**The task:** Report all lines below with the word "readingOf".

Dataset excerpts:
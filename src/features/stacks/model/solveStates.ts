import type { LiveCurveRequest } from '../../../../shared/live.ts';
import type { StripReadings } from '../../../../shared/readingsStrip.ts';
import type { ReadingName, SweepAxis } from '../../../../shared/run.ts';
import { applyAxis } from '../../../../shared/applyAxis.ts';
import { comparedStates, outputFor, readingOf } from '../../../../shared/readings.ts';
import type { LibrarySolveCase, LibrarySolveRequest, SolveResponse } from '../../../../shared/solve.ts';
import type { Polarization, StackDocument, WorkingPoint } from '../../../../shared/stack.ts';
import {
  addsIntensities,
  countLayers,
  inMagnetizationState,
  toSolveCase,
} from '../../../../shared/stackCase.ts';
import type { MagnetizationState } from '../../../../shared/stackCase.ts';
import { listLayers } from './items.ts';
import { hasAxes } from './media.ts';
import type { Materials } from './media.ts';

/** Which magnetization states the readings are made of; `given` is always first. */
export function statesFor(readings: readonly ReadingName[]): MagnetizationState[] {
  const compared = readings.map(comparedStates);
  const states: MagnetizationState[] = ['given'];
  if (compared.some(({ zero }) => zero)) states.push('zero');
  if (compared.some(({ reversed }) => reversed)) states.push('reversed');
  return states;
}

type GridAxis = { axis: SweepAxis; grid: readonly number[] };

/** What the page sweeps: one axis, a second one for a map, a third for a family. */
export type Sweep = GridAxis & {
  readings: readonly ReadingName[];
  second?: GridAxis | undefined;
  family?: GridAxis | undefined;
};

/** Points of a sweep over all its axes. */
export function sweepPoints({ grid, second, family }: Sweep): number {
  return grid.length * (second?.grid.length ?? 1) * (family?.grid.length ?? 1);
}

/** Readings of one live curve at most (shared/live.ts). */
const CURVE_READINGS = 8;

/** Whether the sweep is one curve that is computed while somebody drags. Repeats are not spaced evenly once thinned. */
export function isCurve({ axis, grid, second, family, readings }: Sweep): boolean {
  if (second || family || readings.length === 0 || readings.length > CURVE_READINGS) return false;
  return axis.kind !== 'repeat' || grid.length === axis.points;
}

/** One curve, and with it the readings at the working point where they need not go ahead of it. */
export function curveRequest(
  document: StackDocument,
  point: WorkingPoint,
  sweep: Sweep,
  materials: Materials,
): LiveCurveRequest {
  const strip = isQuick(document, materials) && reaches(sweep, point) && sweep.axis.kind !== 'graded';
  return {
    document: { ...document, workingPoint: point },
    axis: { ...sweep.axis, points: sweep.grid.length },
    readings: [...sweep.readings],
    ...(strip ? { strip } : {}),
  };
}

/** Layers, repetitions counted, up to which a curve takes so little that nobody notices that the strip waits for it. */
const QUICK_LAYERS = 200;

/** Sharp layers of isotropic media in coherent light: a point takes microseconds. */
function isQuick(document: StackDocument, materials: Materials): boolean {
  const { incident, layers, substrate, substrateGradedNm } = document;
  const all = listLayers(layers);
  const media = [
    incident,
    substrate,
    ...all.flatMap(({ medium, oxide }) => [medium, ...(oxide ? [oxide.medium] : [])]),
  ];
  return (
    !addsIntensities(document) &&
    !substrateGradedNm &&
    all.every(({ gradedNm }) => !gradedNm) &&
    !media.some((medium) => hasAxes(medium, materials)) &&
    countLayers(layers) <= QUICK_LAYERS
  );
}

/** A working point beyond the swept wavelengths may have no constants, which must not take the curve away. */
function reaches({ axis: { kind, from, to } }: Sweep, { wavelengthNm }: WorkingPoint): boolean {
  if (kind !== 'wavelength') return true;
  return wavelengthNm >= Math.min(from, to) && wavelengthNm <= Math.max(from, to);
}

/**
 * One request for a whole sweep. Over wavelength or angle a case holds the grid; anything else needs a case at each
 * of its values. The states follow each other, each over all points, the first axis innermost.
 */
export function sweepRequest(
  document: StackDocument,
  point: WorkingPoint,
  sweep: Sweep,
): LibrarySolveRequest {
  const start = { ...document, workingPoint: point };
  const films = along(sweep.family, [start]).flatMap((film) => along(sweep.second, [film]));
  const outputs = [...new Set(sweep.readings.flatMap((name) => outputFor(name) ?? []))];
  return {
    cases: statesFor(sweep.readings).flatMap((state) =>
      films
        .flatMap((film) => casesAlong(sweep, state, film))
        .map((one) => (state === 'given' && outputs.length > 0 ? { ...one, outputs } : one)),
    ),
  };
}

/** The film at every value of an axis; as it is where there is none. */
function along(swept: GridAxis | undefined, films: StackDocument[]): StackDocument[] {
  if (!swept) return films;
  return swept.grid.flatMap((value) => films.map((film) => applyAxis(film, swept.axis, value)));
}

function casesAlong(
  { axis, grid }: GridAxis,
  state: MagnetizationState,
  film: StackDocument,
): LibrarySolveCase[] {
  const { wavelengthNm, angleDeg } = film.workingPoint;
  const caseOf = (one: StackDocument, wavelengths: number | number[], angles: number | number[]) =>
    inMagnetizationState(toSolveCase(one, wavelengths, angles), state);
  switch (axis.kind) {
    case 'wavelength':
      return [caseOf(film, [...grid], angleDeg)];
    case 'angle':
      return [caseOf(film, wavelengthNm, [...grid])];
    default:
      return grid.map((value) => caseOf(applyAxis(film, axis, value), wavelengthNm, angleDeg));
  }
}

export type ReadingColumns = Partial<Record<ReadingName, Float64Array>>;

/** The answer to `sweepRequest` as one column a reading, NaN where there is no value. */
export function readSweepResponse(response: SolveResponse, sweep: Sweep): ReadingColumns {
  const states = statesFor(sweep.readings);
  const points = response.results.flatMap((result) => result.points);
  const count = sweepPoints(sweep);
  const at = (state: MagnetizationState, index: number) => {
    const position = states.indexOf(state);
    // A state that no reading needs was not asked for; the reading then does not look at it.
    return points[(position < 0 ? 0 : position) * count + index];
  };
  const columns: ReadingColumns = {};
  for (const name of sweep.readings) {
    columns[name] = Float64Array.from({ length: count }, (_, index) => {
      const [given, zero, reversed] = [at('given', index), at('zero', index), at('reversed', index)];
      return (given && zero && reversed ? readingOf(name, given, zero, reversed) : null) ?? NaN;
    });
  }
  return columns;
}

/** Rotation and ellipticity for the input light, deg; null where the reflected beam has no polarization. */
export function kerrAngles(readings: StripReadings | null, input: Polarization) {
  const rotationDeg = readings?.[input === 'p' ? 'rotationP' : 'rotationS'] ?? null;
  const ellipticityDeg = readings?.[input === 'p' ? 'ellipticityP' : 'ellipticityS'] ?? null;
  return rotationDeg === null || ellipticityDeg === null ? null : { rotationDeg, ellipticityDeg };
}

**Reply:**
import { comparedStates, outputFor, readingOf } from '../../../../shared/readings.ts';
      return (given && zero && reversed ? readingOf(name, given, zero, reversed) : null) ?? NaN;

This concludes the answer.